In a specific embodiment, the collected images are processed by computer software, and the captured images are processed by a Python program in an image enhancement processing method. Firstly, an original image is smoothed; the smoothed image is differentially processed with the original image, and a part less than a threshold is set to 0; the differentiated image is added to the smoothed result; then the mean and standard deviation are calculated, and a reasonable enhancement coefficient is selected to adjust the saturation of the image, so as to more accurately screen the image where the luminous flame first appears. Therefore, the ignition moment is judged according to the image brightness value, and the ignition moment of the excavate waste is determined.

Specifically, the time corresponding to when the luminous flame first appears in the image is determined as the ignition moment of the fuel.

In a specific embodiment, a diameter of the excavate waste particles 6 is not limited and can be determined based on specific experimental conditions; a diameter of the high temperature resistant corundum tube should match that of the K-type thermocouple and can be adjusted appropriately, and the entire system has good compatibility.

In a specific embodiment, the height of the slide rail bracket can be adjusted based on a distance from the furnace feeding port to the visualization window 7.

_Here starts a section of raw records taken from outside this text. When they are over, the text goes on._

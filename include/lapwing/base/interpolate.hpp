// Linear interpolation in a table given over increasing abscissae.
#pragma once

#include <vector>

namespace lapwing {

/// Interpolates a table given over increasing speeds (held at the end values outside).
/// ys holds one value per xs; with xs empty or of one point, ys.front() everywhere.
double interpolate(const std::vector<double>& xs, const std::vector<double>& ys, double x);

}  // namespace lapwing
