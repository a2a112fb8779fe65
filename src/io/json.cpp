#include "lapwing/io/json.hpp"

#include <cassert>
#include <cmath>
#include <cstdio>
#include <stdexcept>

#include "lapwing/base/format.hpp"
#include "lapwing/base/text.hpp"

namespace lapwing {

std::string json_quote(std::string_view s) {
  // JSON text is UTF-8 (RFC 8259, 8.1): a byte that is not (a file name's, say) becomes U+FFFD.
  const std::string text = valid_utf8(s);
  std::string o = "\"";
  for (char c : text) {
    switch (c) {
      case '"':
        o += "\\\"";
        break;
      case '\\':
        o += "\\\\";
        break;
      case '\n':
        o += "\\n";
        break;
      case '\t':
        o += "\\t";
        break;
      case '\r':
        o += "\\r";
        break;
      default:
        if (static_cast<unsigned char>(c) < 0x20) {
          char buf[8];
          std::snprintf(buf, sizeof buf, "\\u%04x", c);
          o += buf;
        } else {
          o += c;
        }
    }
  }
  return o + "\"";
}

void JsonWriter::newline() {
  out_ += '\n';
  out_.append(2 * stack_.size(), ' ');
}

void JsonWriter::before_value() {
  if (after_key_) {
    after_key_ = false;
    return;
  }
  if (stack_.empty()) return;
  assert(!stack_.back().object && "JsonWriter: a value in an object needs a key");
  if (!stack_.back().empty) out_ += ",";
  newline();
  stack_.back().empty = false;
}

JsonWriter& JsonWriter::key(std::string_view k) {
  assert(!stack_.empty() && stack_.back().object);
  if (!stack_.back().empty) out_ += ",";
  newline();
  stack_.back().empty = false;
  out_ += json_quote(k);
  out_ += ": ";
  after_key_ = true;
  return *this;
}

JsonWriter& JsonWriter::begin_object() {
  before_value();
  out_ += "{";
  stack_.push_back({true});
  return *this;
}

JsonWriter& JsonWriter::end_object() {
  assert(!stack_.empty() && stack_.back().object);
  const bool empty = stack_.back().empty;
  stack_.pop_back();
  if (!empty) newline();
  out_ += "}";
  return *this;
}

JsonWriter& JsonWriter::begin_array() {
  before_value();
  out_ += "[";
  stack_.push_back({false});
  return *this;
}

JsonWriter& JsonWriter::end_array() {
  assert(!stack_.empty() && !stack_.back().object);
  const bool empty = stack_.back().empty;
  stack_.pop_back();
  if (!empty) newline();
  out_ += "]";
  return *this;
}

JsonWriter& JsonWriter::value(double v) {
  before_value();
  out_ += format_number(v);
  return *this;
}

JsonWriter& JsonWriter::value(int v) {
  before_value();
  out_ += std::to_string(v);
  return *this;
}

JsonWriter& JsonWriter::value(bool v) {
  before_value();
  out_ += v ? "true" : "false";
  return *this;
}

JsonWriter& JsonWriter::value(std::string_view s) {
  before_value();
  out_ += json_quote(s);
  return *this;
}

JsonWriter& JsonWriter::null() {
  before_value();
  out_ += "null";
  return *this;
}

JsonWriter& JsonWriter::numbers(const std::vector<double>& v) {
  before_value();
  out_ += "[";
  for (std::size_t i = 0; i < v.size(); ++i) {
    if (i) out_ += ", ";
    out_ += format_number(v[i]);
  }
  out_ += "]";
  return *this;
}

std::string JsonWriter::str() const {
  assert(stack_.empty() && "JsonWriter: unclosed container");
  return out_ + "\n";
}

}  // namespace lapwing
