#include <algorithm>
#include <cerrno>
#include <cstdio>  // renameat2 (glibc 2.28+, Linux 3.15+)
#include <cstring>
#include <memory>
#include <optional>
#include <set>
#include <system_error>

#include "lapwing/base/error.hpp"
#include "lapwing/io/input_file.hpp"

namespace lapwing {

namespace fs = std::filesystem;

namespace {

[[noreturn]] void fail(const std::string& what, int err) {
  throw OutputError(what + ": " + std::strerror(err));
}

// A file descriptor closed on every path out.
class Fd {
 public:
  explicit Fd(int fd = -1) : fd_(fd) {}
  Fd(const Fd&) = delete;
  Fd& operator=(const Fd&) = delete;
  Fd(Fd&& o) noexcept : fd_(o.fd_) { o.fd_ = -1; }
  ~Fd() {
    if (fd_ >= 0) ::close(fd_);
  }
  int get() const { return fd_; }

 private:
  int fd_;
};

// What open(..., O_CREAT, full) would give a new file or folder: the process's umask applied.
// (umask() can only be read by setting it; nothing else creates files while outputs are written.)
mode_t created_mode(mode_t full) {
  const mode_t mask = ::umask(0);
  ::umask(mask);
  return full & ~mask;
}

// write(2) until all is written (it may write less, or be interrupted).
bool write_all(int fd, std::string_view content) {
  const char* p = content.data();
  std::size_t left = content.size();
  while (left > 0) {
    const ssize_t n = ::write(fd, p, left);
    if (n < 0) {
      if (errno == EINTR) continue;
      return false;
    }
    p += n;
    left -= static_cast<std::size_t>(n);
  }
  return true;
}

bool starts_with(const std::string& s, const std::string& prefix) {
  return s.compare(0, prefix.size(), prefix) == 0;
}

// Removes the entries of `folder` whose names start with `prefix` and whose writer is gone. A
// live writer holds an exclusive flock(2) on its temporary (file or staging folder) until it is
// done, and the kernel drops the lock when the process dies, however it dies: a lock we can take
// belongs to no one. O_NOFOLLOW: a symlink of that name is not ours, and nothing is followed.
void remove_leftovers(const fs::path& folder, const std::string& prefix) {
  std::vector<std::string> names;
  if (DIR* d = ::opendir(folder.c_str())) {
    while (const dirent* e = ::readdir(d))
      if (starts_with(e->d_name, prefix)) names.emplace_back(e->d_name);
    ::closedir(d);
  }
  for (const auto& n : names) {
    const fs::path p = folder / n;
    const Fd fd(::open(p.c_str(), O_RDONLY | O_NOFOLLOW | O_CLOEXEC | O_NONBLOCK));
    if (fd.get() < 0 || ::flock(fd.get(), LOCK_EX | LOCK_NB) != 0) continue;
    std::error_code ignored;
    fs::remove_all(p, ignored);
  }
}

In the specific embodiment, the oxidant channel can freely change the combustion atmosphere, and the emission of CO₂ and NO_X of excavate waste can be reduced by adjusting the component contents of the oxidant, which is beneficial to promoting the efficient cleaning treatment of fuel.

The present invention discloses an optical diagnosis system and method for ignition of single-particle excavate waste, which achieves optical diagnosis and measurement of ignition of single-particle excavate waste, improves the stability of fuel conveying, solves the problem that excavate waste hoisted in the combustion process falls off due to thermal expansion, and reduces the error rate of experiments.

The embodiments in the specification are all described in a progressive manner, and each embodiment focuses on differences from other embodiments, and portions that are the same and similar between the embodiments may be referred to each other. Since the apparatus disclosed in the embodiment corresponds to the method disclosed in the embodiment, the description is relatively simple, and reference may be made to the partial description of the method.

The above description of the disclosed embodiments enables those skilled in the art to implement or use the present invention. Various modifications to these embodiments will be readily apparent to those skilled in the art, and the generic principles defined herein may be applied to other embodiments without departing from the spirit or scope of the present invention. Thus, the present invention is not intended to be limited to these embodiments shown herein but is to be accorded the broadest scope consistent with the principles and novel features disclosed herein.